Следующие двадцать минут он провел, сидя на рельсе, раскачиваясь, словно пьяный, из стороны в сторону, борясь с ознобом и вспоминая странный, не человеку принадлежавший голос, приказавший ему ждать. Дальше он двинулся, только когда дрожь начала наконец проходить, а страшный шепот в его голове – сливаться с тихим свистом поднимающегося туннельного сквозняка.
Все оставшееся время он просто шагал вперед, стараясь ни о чем не думать, спотыкаясь иногда о лежащие на полу кабели, но это было самым страшным, что с ним случилось. Времени прошло, как ему показалось, немного, хотя он и не мог сказать, сколько, потому что в темноте минуты слиплись. А затем он увидел в конце туннеля свет.
Боровицкая.
Полис.
И тут же со станции послышался грубый окрик, грянули выстрелы, и Артем, отпрянув назад, спрятался в углублении в стене. Издалека неслись протяжные стоны раненых, брань, потом еще раз, усиленный туннелем, долетел грохот автоматной очереди.
Жди…
Из своего укрытия Артем отважился показаться только через четверть часа после того, как все стихло. Подняв вверх руки, он медленно пошел на свет.
Это действительно был вход на платформу. Дозоров на Боровицкой не выставляли, видимо, надеясь на неприкосновенность Полиса. За пять метров до места, где обрывались круглые своды туннеля, стояли цементные блоки пропускного пункта и лежало в луже крови распростертое тело.
Когда Артем показался в поле зрения одетых в зеленую форму и фуражки пограничников, ему приказали подойти ближе и встать лицом к стене. Увидев на земле труп, он немедленно повиновался.
Быстрый обыск, вопрос про паспорт, заломленные за спину руки, и наконец станция. Свет. Тот самый. Они говорили правду, они все говорили правду, легенды не лгали. Свет был таким ярким, что Артему пришлось зажмуриться, чтобы не ослепнуть. Но сияние достигало зрачков и сквозь веки, слепило до боли, и только когда пограничники закрыли его глаза повязкой, их перестало саднить. Возвращение к той жизни, которой жили предыдущие поколения людей, оказалось болезненней, чем Артем мог себе представить.
Тряпку с глаз сняли только в караулке, похожей на все другие, крошечной, служебной комнате, облицованной растрескавшимся кафелем.

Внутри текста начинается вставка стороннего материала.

import { afterAll, beforeAll, describe, expect, it } from "vitest";
import type { Browser } from "playwright-core";
import { newPage, openBrowser, shown, signIn } from "./support/browser";

let browser: Browser;
beforeAll(async () => {
  browser = await openBrowser();
});
afterAll(async () => {
  await browser?.close();
});

describe("panels that summarise a record stay true after a write", () => {
  it("adding a relation on a new sheet clears its sign-off problem, enables Submit and shows in its trail, without a reload", async () => {
    const page = await newPage(browser);
    await signIn(page, "digger");
    const [site] = await (await page.request.get("/api/sites")).json();
    const trenches = await (await page.request.get(`/api/sites/${site.id}/trenches`)).json();
    const contexts = await (await page.request.get(`/api/sites/${site.id}/contexts`)).json();
    const taken = new Set(contexts.map((c: { number: number }) => c.number));
    let number = 3700;
    while (taken.has(number)) number++;
    const made = await page.request.post(`/api/sites/${site.id}/contexts`, {
      data: {
        trenchId: trenches.find((t: { code: string }) => t.code === "C").id,
        number,
        type: "layer",
        colour: "mid brown",
        compaction: "firm",
        composition: "silty sand",
        description: "A layer.",
        interpretation: "Subsoil.",
      },
    });
    expect(made.status()).toBe(201);
    const ctx = await made.json();
    await page.goto(`/sites/${site.id}/contexts/${ctx.id}`);
    const problems = page.getByRole("list", { name: "What keeps this sheet from sign-off" });
    await shown(problems.getByText("no stratigraphic relation"));
    const submit = page.getByRole("button", { name: `Submit ${number} for sign-off` });
    expect(await submit.isDisabled()).toBe(true);
    const trail = page.getByRole("region", { name: "Record trail" });
    expect(await trail.getByRole("listitem").count()).toBe(1);

    const loads: string[] = [];
    page.on("load", () => loads.push(page.url()));
    await page.getByLabel("Relation", { exact: true }).selectOption({ label: "below" });
    await page.getByLabel("Other context").selectOption({ label: "3001" });
    await page.getByRole("button", { name: "Add relation" }).click();

    await problems.waitFor({ state: "detached", timeout: 10_000 });
    await expect.poll(() => submit.isDisabled(), { timeout: 10_000 }).toBe(false);
    await shown(trail.getByText(`relation 3001 above ${number}`));
    expect(loads).toEqual([]);
    await page.context().close();
  });
});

Здесь было темно, только на крашенном охрой деревянном столе мерцала в алюминиевой миске свеча. Собирая жидкий воск пальцем и наблюдая, как он остывает, начальник караула, грузный и небритый мужчина в зеленой военной рубашке с закатанными рукавами и галстуке на резинке, долго рассматривал Артема, прежде чем спросить:
– Откуда пожаловали? Где паспорт? Что с глазом?
Артем решил, что изворачиваться смысла не имеет, и рассказал честно, что паспорт остался у фашистов, и глаз тоже чуть было не остался там же. Начальник это воспринял неожиданно благосклонно.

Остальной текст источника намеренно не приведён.